The Happy Birthday song is one of those songs that everybody knows and probably sings several times a year... right?
But have you noticed that when it comes to the movies, you rarely hear the song?
But it looks like that'll be changing.
Up until Now
If you have ever heard the song in a movie, you know that the filmmaker/studio paid good money to the song's copyright owner: Warner Music Group. In fact, they have brought in around $2 million a year in licensing fees for this song alone. Depending on the project/performance. An indie documentary might have had to pay something like $1,200. For other projects, the song could have cost as much as $10,000.
That's right. For one single song. (Or there's the $150,000 fine...)
That's why most movies would skip the song altogether. Or decide to go with "For She/He's a Jolly Good Fellow" in its place (which is in the public domain).
But recently, a group of independent artists decided that enough was enough.
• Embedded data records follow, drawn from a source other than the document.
"""The canonical dataset: its variables, attributes and CRS."""

from __future__ import annotations

from collections.abc import Iterable
from typing import Any

import rioxarray  # noqa: F401  (adds the accessor that writes the CRS)
import xarray as xr

from cropstress.weather.grids import Grid
from cropstress.weather.open import OpenFile
from cropstress.weather.quantities import QUANTITIES
from cropstress.weather.times import Days, time_coordinate

#: Variables in the order of the dataset.
ORDER = ("tmax", "tmin", "vapour_pressure", "radiation", "wind", "pressure", "rain", "elevation")


def empty_dataset(grid: Grid, days: Days) -> xr.Dataset:
    """Make the canonical dataset of a grid and all days from the first to the last, without variables yet."""
    time = time_coordinate(days.first, days.last, days.calendar)
    frame = xr.Dataset(coords={"time": time, **grid.coordinates})
    return frame.rio.write_crs(grid.crs.to_wkt(), grid_mapping_name="spatial_ref")


def variable(name: str, data: Any, grid: Grid) -> xr.Variable:
    """Make a variable of the canonical dataset, with CF attributes.

    Radiation and rain are sums over the day (MJ m-2, mm), the same numbers as MJ m-2 d-1 and mm d-1.
    """
    quantity = QUANTITIES[name]
    attributes = {
        "standard_name": quantity.standard_names[0],
        "long_name": quantity.meaning,
        "units": quantity.unit,
        "cell_methods": f"time: {quantity.cell_methods[0]}",
    } | _PARTICULAR.get(name, {})
    if not quantity.is_timed:
        del attributes["cell_methods"]
    dimensions = ("time", grid.row, grid.column) if quantity.is_timed else (grid.row, grid.column)
    return xr.Variable(dimensions, data, {**attributes, "grid_mapping": "spatial_ref"})


_PARTICULAR = {
    "radiation": {
        "standard_name": "integral_wrt_time_of_surface_downwelling_shortwave_flux_in_air",
        "units": "MJ m-2",
        "cell_methods": "time: sum",
    },
    "rain": {
        "standard_name": "lwe_thickness_of_precipitation_amount",
        "units": "mm",
        "cell_methods": "time: sum",
    },
    "wind": {"long_name": "wind speed at 2 m above the ground"},
}


def credit(files: Iterable[OpenFile]) -> dict[str, str]:
    """Return whom to credit as the files say it (`credit`, else `institution`), as an attribute."""
    said = [
        str(file.dataset.attrs.get("credit") or file.dataset.attrs.get("institution") or "").strip()
        for file in files
    ]
    words = "; ".join(dict.fromkeys(each for each in said if each))
    return {"credit": words} if words else {}
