"""Daily weather grids: opened, recognised, converted and checked."""

from cropstress.weather.damage import READING, damage_in_files
from cropstress.weather.extraterrestrial import extraterrestrial_radiation
from cropstress.weather.humidity import pressure_from_elevation
from cropstress.weather.location import cell_latitude_longitude
from cropstress.weather.mend import MendedBlock, judge_mends, mend_block, mend_words
from cropstress.weather.read import FoundVariable, Weather, open_weather, read_weather

__all__ = [
    "READING",
    "FoundVariable",
    "MendedBlock",
    "Weather",
    "cell_latitude_longitude",
    "damage_in_files",
    "extraterrestrial_radiation",
    "judge_mends",
    "mend_block",
    "mend_words",
    "open_weather",
    "pressure_from_elevation",
    "read_weather",
]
They brought the song to court to try to prove that the copyright is no longer valid and is actually in the public domain. (By the way, any song published in 1922 or earlier is considered in the public domain. And songs in the public domain don't cost a penny...)
A Brief History
The melody was originally published in 1893 as "Good Morning to All" (written by sisters Mildred and Patty Hill). The combo melody with words appeared in 1912. (Sounds like public domain material, doesn't it?)
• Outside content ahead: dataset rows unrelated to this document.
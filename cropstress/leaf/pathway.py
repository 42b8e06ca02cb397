"""One name for what C3 and C4 leaves do each in their own way.

The type of the leaf's record chooses the equations when the kernel is compiled, so the loops over lanes are
written once and neither pathway pays for the other.
"""

from __future__ import annotations

from collections.abc import Callable
from typing import Any

import numba
from numba.extending import overload

from cropstress.compiled import FAST_MATH
from cropstress.leaf import c3, c4
from cropstress.leaf.parameters import C3_LEAF

_C3_RECORD = numba.from_dtype(C3_LEAF)
_OPTIONS = {"fastmath": FAST_MATH, "error_model": "numpy", "forceinline": True}


def _by_pathway(name: Callable[..., Any], c3_relation: Any, c4_relation: Any) -> None:
    """Let compiled code that calls `name` use the relation of the leaf's own pathway."""

    def choose(leaf: Any, *arguments: Any) -> Callable[..., Any]:
        relation = c3_relation if leaf == _C3_RECORD else c4_relation
        return relation.py_func  # type: ignore[no-any-return]

    overload(name, strict=False, jit_options=_OPTIONS)(choose)


def leaf_state(leaf: Any, *arguments: Any) -> Any:
    """State of a leaf at its temperature and light: `c3_state` or `c4_state`."""


def enzyme_demand(leaf: Any, *arguments: Any) -> Any:
    """Net rate limited by enzymes and its slope with intercellular CO2."""


def light_demand(leaf: Any, *arguments: Any) -> Any:
    """Net rate limited by electron transport and its slope with intercellular CO2."""


def net_rate(leaf: Any, *arguments: Any) -> Any:
    """Net rate that follows from the limits."""


def carboxylation(leaf: Any, *arguments: Any) -> Any:
    """Carboxylation and oxygenation at a given intercellular CO2 and net rate."""


_by_pathway(leaf_state, c3.c3_state, c4.c4_state)
_by_pathway(enzyme_demand, c3.c3_enzyme_demand, c4.c4_enzyme_demand)
_by_pathway(light_demand, c3.c3_light_demand, c4.c4_light_demand)
_by_pathway(net_rate, c3.c3_net_rate, c4.c4_net_rate)
_by_pathway(carboxylation, c3.c3_carboxylation, c4.c4_carboxylation)
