"""Leaves whose temperature and deficit are held: only the rates and the stomata are solved."""

from __future__ import annotations

import numpy as np

from cropstress.compiled import LANES, ROW, at, kernel
from cropstress.leaf import solve
from cropstress.leaf.air import VAPOUR_TO_CO2_BOUNDARY, vapour_conductance
from cropstress.leaf.pathway import improved_rates, leaf_state, net_rate, state_found, state_kept
from cropstress.leaf.responses import temperature_terms
from cropstress.leaf.stomata import Stomata, co2_at_rest, stomatal_factor

_TEMPERATURE = 0
_DEFICIT = 1
_RATE = 2
_GROSS = 3
_STATE = 4  # and the rows after it
_WORKSPACE = 13
_IMPROVEMENTS = 4


@kernel
def gross_without_oxygenation(leaf, lanes, temperature, deficit, start, answers):  # type: ignore[no-untyped-def]
    """Gross assimilation without oxygenation at a given leaf temperature and deficit.

    Parameters
    ----------
    leaf : record of `C3_LEAF` or `C4_LEAF`
    lanes : float64 array (LEAF_INPUTS, LANES)
        See the row names of `solve`.
    temperature, deficit : float64 array (LANES,)
        Leaf temperature [degC] and leaf-to-air deficit [kPa], held.
    start : float64 array (LANES,)
        A net rate to start from [umol m-2 s-1].
    answers : float64 array (LANES,)
        Written: net rate plus respiration [umol m-2 s-1].
    """
    space = np.empty(solve.LEAF_INPUTS * ROW)
    held = np.empty(_WORKSPACE * ROW)
    for row in range(solve.LEAF_INPUTS):
        for i in range(LANES):
            space[at(row, i)] = lanes[row, i]
    for i in range(LANES):
        held[at(_TEMPERATURE, i)] = temperature[i]
        held[at(_DEFICIT, i)] = deficit[i]
        held[at(_RATE, i)] = start[i]
    for i in range(LANES):
        carboxylation_25, electron_transport_25 = solve.normal_capacities(leaf, space[at(solve.GROWTH_TEMPERATURE, i)])
        around = solve.Surroundings(
            space[at(solve.PHOTONS, i)], space[at(solve.CAPACITY, i)], space[at(solve.GROWTH_TEMPERATURE, i)],
            carboxylation_25, electron_transport_25, 1.0 / space[at(solve.PRESSURE, i)], 0.0,
        )  # fmt: skip
        step, _ = temperature_terms(held[at(_TEMPERATURE, i)])
        state_kept(leaf, held, _STATE, i, leaf_state(leaf, around, held[at(_TEMPERATURE, i)], step))
    for i in range(LANES):
        state = state_found(leaf, held, _STATE, i)
        stomata = Stomata(
            space[at(solve.CO2, i)],
            VAPOUR_TO_CO2_BOUNDARY / vapour_conductance(space[at(solve.WIND, i)], leaf.leaf_width),
            leaf.stomatal_intercept,
            stomatal_factor(leaf.stomatal_slope, held[at(_DEFICIT, i)]),
        )
        enzyme, light = held[at(_RATE, i)], held[at(_RATE, i)]
        for _ in range(_IMPROVEMENTS):
            enzyme, light = improved_rates(leaf, state, enzyme, light, stomata, space[at(solve.PRESSURE, i)])
        rate = net_rate(leaf, state, enzyme, light, co2_at_rest(stomata, state.respiration))
        held[at(_GROSS, i)] = rate + state.respiration
    for i in range(LANES):
        answers[i] = held[at(_GROSS, i)]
But when the song was included in the Irving Berlin show As Thousands Cheer in 1933, a lawsuit ensued and "Happy Birthday to You" was registered for copyright in 1935 by the Clayton F. Summy Company (publisher for the Hill sisters). Note: This was AFTER the 1922 cutoff date, which is why they could claim it wasn't in the public domain. The copyright eventually transferred to the current holders.
Fast Forward to Now
On Tuesday (September 22, 2015), the U.S. District Judge ruled that "Because Summy Co. never acquired the rights to the Happy Birthday lyrics, Defendants, as Summy Co.’s purported successors-in-interest, do not own a valid copyright in the Happy Birthday lyrics."
So... it looks like the Happy Birthday song is indeed in the public domain! The copyright is only on the particular piano arrangement, not the song itself.
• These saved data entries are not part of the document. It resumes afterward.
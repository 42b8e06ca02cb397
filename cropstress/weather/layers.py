"""Layers: a recognised variable as one lazy (time, row, column) array in its canonical unit."""

from __future__ import annotations

from collections.abc import Iterator
from dataclasses import dataclass, replace
from typing import Any

import dask.array
import numpy as np
import xarray as xr

from cropstress.errors import Fault, count_of
from cropstress.weather.grids import Grid, compare, difference, horizontal_dimensions, read_grid
from cropstress.weather.humidity import HEIGHT_OF_WIND, wind_factor
from cropstress.weather.open import OpenFile
from cropstress.weather.quantities import Quantity
from cropstress.weather.recognise import Match, cell_method
from cropstress.weather.times import (
    Days,
    joined_faults,
    read_days,
    same_calendar,
    scalar_time_name,
    time_name,
)
from cropstress.weather.units import Conversion, UnitError, conversion, to_unit

# FAO-56 Eq. 47 is for wind over short grass; Table 2.9 gives 1 to 10 m. Wider limits, chosen here.
LOWEST_WIND_HEIGHT, HIGHEST_WIND_HEIGHT = 0.5, 100.0  # m


@dataclass(frozen=True)
class Layer:
    """One quantity, lazy.

    Attributes
    ----------
    match : Match
        The variable it comes from.
    data : dask.array.Array (time, Y, X), or (Y, X) for what does not change in time
        In the canonical unit.
    days : Days or None
        Its days; None for what does not change in time.
    grid : Grid
        Its cells.
    unit : str
        Unit in the files, or as the run file says.
    conversion : str
        What is done to it, in words.
    remarks : tuple of str
        What was assumed.
    """

    match: Match
    data: Any
    days: Days | None
    grid: Grid
    unit: str
    conversion: str
    remarks: tuple[str, ...] = ()

    @property
    def quantity(self) -> Quantity:
        """What it is."""
        return self.match.quantity

    @property
    def where(self) -> str:
        """How messages name it."""
        return f"{labels_words([file.label for file in self.match.files])}: {self.match.name}"


def labels_words(labels: list[str]) -> str:
    """Return the first label and how many more there are."""
    return labels[0] + (f" and {count_of(len(labels) - 1, 'more file')}" if len(labels) > 1 else "")


def make_layer(match: Match) -> tuple[Layer | None, list[Fault]]:
    """Turn a recognised variable into a layer: orient, convert, put its files one after another in time.

    Parameters
    ----------
    match : Match
        The variable and its files.

    Returns
    -------
    Layer or None
    list of Fault
        Dimensions, units, heights, times or grids that are wrong, of all its files.
    """
    pieces: list[Layer] = []
    faults: list[Fault] = []
    for file in match.files:
        piece, piece_faults = _piece(match, file)
        faults += piece_faults
        if piece is not None:
            pieces.append(piece)
    if faults or not pieces:
        return None, faults
    if not match.quantity.is_timed:
        return _single(match, pieces)
    return _joined(match, pieces)


def _piece(match: Match, file: OpenFile) -> tuple[Layer | None, list[Fault]]:
    """Turn a variable of one file into a layer."""
    dataset, name, where = file.dataset, match.name, f"{file.label}: {match.name}"
    oriented, days, faults = _oriented(dataset, name, match.quantity, where)
    unit, found, unit_faults = _conversion(match, dataset, where)
    faults += unit_faults
    factor, words, height_faults, remarks = _to_two_metres(match, dataset, where)
    faults += height_faults
    if oriented is None:
        return None, faults
    row, column = (str(each) for each in oriented.dims[-2:])
    grid, grid_faults = read_grid(dataset, name, row, column, file.label)
    faults += grid_faults
    if faults or found is None or grid is None:
        return None, faults
    data = found.apply(oriented.data)
    if factor != 1.0:
        data = data.astype(np.float64) * factor
    said = cell_method(dataset, name) or match.override.cell_method or match.override.name
    if said is None and match.quantity.is_timed and not match.quantity.method_needed:
        kind = "sum" if found.is_sum else match.quantity.cell_methods[0]
        remarks = (*remarks, f"{where}: no cell method over time is given; taken as each day's {kind}")
    one = replace(match, files=(file,))
    return Layer(one, data, days, grid, unit, f"{found.words}{words}", (*grid.remarks, *remarks)), []


def _oriented(
    dataset: xr.Dataset, name: str, quantity: Quantity, where: str
) -> tuple[Any, Days | None, list[Fault]]:
    """Return a variable with its dimensions in the order (time, row, column), and its days."""
    variable = dataset[name]
    dimensions = tuple(str(each) for each in variable.dims)
    horizontal = horizontal_dimensions(dataset, dimensions)
    if horizontal is None:
        what = f"rows and columns cannot be told from its dimensions ({', '.join(dimensions)})"
        remedy = 'Give the coordinates of the grid axis = "Y" and axis = "X", or CF standard names and units.'
        return None, None, [Fault(what, where, remedy)]
    time = time_name(dataset, dimensions)
    along = str(dataset.variables[time].dims[0]) if time else None
    alone = scalar_time_name(dataset) if time is None and quantity.is_timed else None
    if quantity.is_timed and time is None and alone is None:
        what = f"there is no time coordinate that can be read along its dimensions ({', '.join(dimensions)})"
        return (
            None,
            None,
            [Fault(what, where, 'Give the time coordinate CF units, like "days since 2021-01-01".')],
        )
    if not quantity.is_timed and along is not None and dataset.sizes[along] > 1:
        return (
            None,
            None,
            [Fault(f"{quantity.meaning} should not change in time", where, "Keep one time step.")],
        )
    kept = [*([along] if along and quantity.is_timed else []), *horizontal]
    other = [each for each in dimensions if each not in kept]
    too_many = [each for each in other if dataset.sizes[each] > 1]
    if too_many:
        what = f"it has more dimensions than time, rows and columns: {', '.join(too_many)}"
        return (
            None,
            None,
            [Fault(what, where, "Choose one level or member and write it to a file of its own.")],
        )
    flat = variable.isel(dict.fromkeys(other, 0)).transpose(*kept)
    if not quantity.is_timed:
        return flat, None, []
    days, faults = read_days(dataset, str(time or alone), f"{where.split(':')[0]}: {time or alone}")
    return (flat if time else flat.expand_dims("time")), days, faults


def _conversion(match: Match, dataset: xr.Dataset, where: str) -> tuple[str, Conversion | None, list[Fault]]:
    """Return the unit of a variable and how to convert it."""
    quantity = match.quantity
    key = f"[weather.variables.{quantity.name}]"
    unit = match.override.unit or str(dataset[match.name].attrs.get("units", "")).strip()
    example = " or ".join(f'"{each}"' for each in quantity.usual_units)
    if not unit:
        return (
            "",
            None,
            [Fault("it has no unit", where, f"Say it in the run file: {key} unit = {example}.")],
        )
    try:
        found = conversion(unit, quantity)
    except UnitError as error:
        remedy = f"If the file is wrong, say the right unit in the run file: {key} unit = {example}."
        return unit, None, [Fault(str(error), where, remedy)]
    method = match.override.cell_method or cell_method(dataset, match.name)
    if (method == "sum" and not found.is_sum) or (method in ("mean", "point") and found.is_sum):
        kind = "a sum" if found.is_sum else "a mean or a rate"
        what = (
            f"the unit '{unit}' is that of {kind} over the day, but the cell method over time is '{method}'"
        )
        remedy = (
            f'Say which is right: {key} unit = "..." or cell_method = "{"sum" if found.is_sum else "mean"}".'
        )
        return unit, None, [Fault(what, where, remedy)]
    return unit, found, []


def _to_two_metres(
    match: Match, dataset: xr.Dataset, where: str
) -> tuple[float, str, list[Fault], tuple[str, ...]]:
    """Return the factor that brings wind to 2 m and its words; 1 for anything else."""
    if match.quantity.name != "wind":
        return 1.0, "", [], ()
    height = match.override.height if match.override.height is not None else _height(dataset, match.name)
    key = "[weather.variables.wind]"
    if height is None:
        remedy = (
            f"Say it in the run file: {key} height = 10.0 (metres above the ground; 10 is usual), or leave "
            f'the wind out with {key} name = "none".'
        )
        return 1.0, "", [Fault("the height of the wind above the ground is not given", where, remedy)], ()
    if not LOWEST_WIND_HEIGHT <= height <= HIGHEST_WIND_HEIGHT:
        what = f"wind at {height:g} m cannot be brought to 2 m"
        limits = f"{LOWEST_WIND_HEIGHT:g} to {HIGHEST_WIND_HEIGHT:g} m"
        remedy = f"FAO-56 Eq. 47 is used from {limits}: name another wind."
        return 1.0, "", [Fault(what, where, remedy)], ()
    factor = wind_factor(height)
    words = "" if height == HEIGHT_OF_WIND else f", from {height:g} m to 2 m × {factor:.4g} (FAO-56 Eq. 47)"
    return factor, words, [], ()


def _height(dataset: xr.Dataset, name: str) -> float | None:
    """Return the height above the ground that a variable's scalar coordinate tells [m]."""
    for coordinate in dataset[name].coords.values():
        if coordinate.size == 1 and coordinate.attrs.get("standard_name") == "height":
            try:
                found = to_unit(str(coordinate.attrs.get("units", "")), "m")
            except UnitError:
                return None
            return float(found.apply(np.asarray(coordinate.values, dtype=np.float64)).reshape(-1)[0])
    return None


def _single(match: Match, pieces: list[Layer]) -> tuple[Layer | None, list[Fault]]:
    if len(pieces) > 1:
        labels = " and ".join(file.label for file in match.files)
        remedy = "Take one of the files out of [weather] files."
        what = f"'{match.name}', {match.quantity.meaning}, is in {labels}"
        return None, [Fault(what, f"weather.files: {match.quantity.name}", remedy)]
    return pieces[0], []


def _joined(match: Match, pieces: list[Layer]) -> tuple[Layer | None, list[Fault]]:
    """Put the pieces of several files one after another in time."""
    pieces = sorted(pieces, key=lambda piece: piece.days.first if piece.days else 0)
    first = pieces[0]
    laid: list[Layer] = []
    faults: list[Fault] = []
    for piece in pieces:
        other, other_faults = on_grid(piece, first.grid)
        faults += other_faults
        laid += [other] if other is not None else []
    faults += calendar_faults(pieces)
    if faults:
        return None, faults
    axes = list(_axes(pieces))
    days = Days(np.concatenate([axis.numbers for axis in axes]), axes[0].calendar)
    labels = [piece.match.files[0].label for piece in pieces]
    # the variables of the same files share their times: one fault, not one for each
    faults = joined_faults(days, labels, [len(axis.numbers) for axis in axes], f"{labels_words(labels)}: time")
    if faults:
        return None, faults
    if len(laid) == 1:
        return laid[0], []
    data = dask.array.concatenate([piece.data for piece in laid], axis=0)
    units, words = (
        " / ".join(dict.fromkeys(getattr(each, key) for each in laid)) for key in ("unit", "conversion")
    )
    ordered = replace(match, files=tuple(piece.match.files[0] for piece in pieces))
    return Layer(ordered, data, days, first.grid, units, words, _shared_remarks(laid)), []


def _axes(layers: list[Layer]) -> Iterator[Days]:
    return (layer.days for layer in layers if layer.days is not None)


def _shared_remarks(pieces: list[Layer]) -> tuple[str, ...]:
    """Return each remark once, also where it was made for several files."""
    seen: dict[str, str] = {}
    for piece in pieces:
        for remark in piece.remarks:
            seen.setdefault(remark.partition(": ")[2] or remark, remark)
    return tuple(seen.values())


def calendar_faults(layers: list[Layer]) -> list[Fault]:
    """Return a fault for each layer whose calendar is not that of the first, naming both files."""
    timed = [layer for layer in layers if layer.days is not None]
    faults = []
    for layer in timed[1:]:
        one, other = (each.days.calendar for each in (timed[0], layer) if each.days is not None)
        if not same_calendar(one, other):
            what = f"the calendar is '{other}', but that of {timed[0].where} is '{one}'"
            faults.append(
                Fault(what, layer.where, "Bring all files to one calendar; days are not moved here.")
            )
    return faults


def on_grid(layer: Layer, grid: Grid) -> tuple[Layer | None, list[Fault]]:
    """Lay a layer on another grid, which must have the same cells; rows or columns may run the other way."""
    slices = compare(grid, layer.grid)
    if slices is None:
        return None, [difference(grid, layer.grid, layer.where)]
    rows, columns = slices
    if slices == (slice(None), slice(None)):
        return replace(layer, grid=grid), []
    turned = " and ".join(
        name for name, each in ((grid.row, rows), (grid.column, columns)) if each != slice(None)
    )
    remark = f"{layer.where}: {turned} in the opposite order of {grid.label}; turned round"
    data = layer.data[..., rows, columns]
    return replace(layer, data=data, grid=grid, remarks=(*layer.remarks, remark)), []


def on_days(layer: Layer, first: int, last: int) -> Layer:
    """Cut or stretch a layer to all days from a first to a last one; missing days become NaN.

    The chunks stay those of the files: a gap inside a chunk is filled in the chunk.

    Parameters
    ----------
    layer : Layer
        One with days that rise.
    first, last : int
        Days since 1970-01-01, both included [d].

    Returns
    -------
    Layer
    """
    assert layer.days is not None
    numbers = layer.days.numbers
    begin, end = int(np.searchsorted(numbers, first)), int(np.searchsorted(numbers, last, side="right"))
    data, kept = layer.data[begin:end], numbers[begin:end]
    if len(kept) != last - first + 1:
        data = _spread(data, kept - first, last - first + 1)
    return replace(layer, data=data, days=Days(np.arange(first, last + 1), layer.days.calendar))


def _spread(data: Any, rows: np.ndarray, length: int) -> Any:
    """Spread the time steps of a dask array over a longer axis, NaN between them, chunk by chunk."""
    ends = np.cumsum(data.chunks[0])
    starts = ends - data.chunks[0]
    # each chunk reaches to the first row of the next one; the first starts at 0 and the last ends at the end
    borders = [0, *(int(rows[start]) for start in starts[1:]), length]
    blocks = []
    for number, (start, end) in enumerate(zip(starts, ends, strict=True)):
        low, high = borders[number], borders[number + 1]
        block = data.blocks[number]
        sizes = ((high - low,), *block.chunks[1:])
        where = rows[start:end] - low
        kind = np.result_type(block.dtype, np.float32)
        blocks.append(block.map_blocks(_fill, where, high - low, kind, dtype=kind, chunks=sizes))
    return dask.array.concatenate(blocks, axis=0)


def _fill(block: np.ndarray, rows: np.ndarray, length: int, kind: np.dtype) -> np.ndarray:
    filled = np.full((length, *block.shape[1:]), np.nan, dtype=kind)
    filled[rows] = block
    return filled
Which means movies can starting showing birthday party scenes, letting characters sing to their hearts' content. But will they? Really, if you think about it, how many movies need a birthday scene? Unless the story demands it, there is really no need to have people sing Happy Birthday in a movie just for the sake of singing Happy Birthday. So, with that said, we may not see much more of the song than we currently see.
But, it's still nice for filmmakers not to have to worry about paying money to secure the permission to use such an old, well-known song.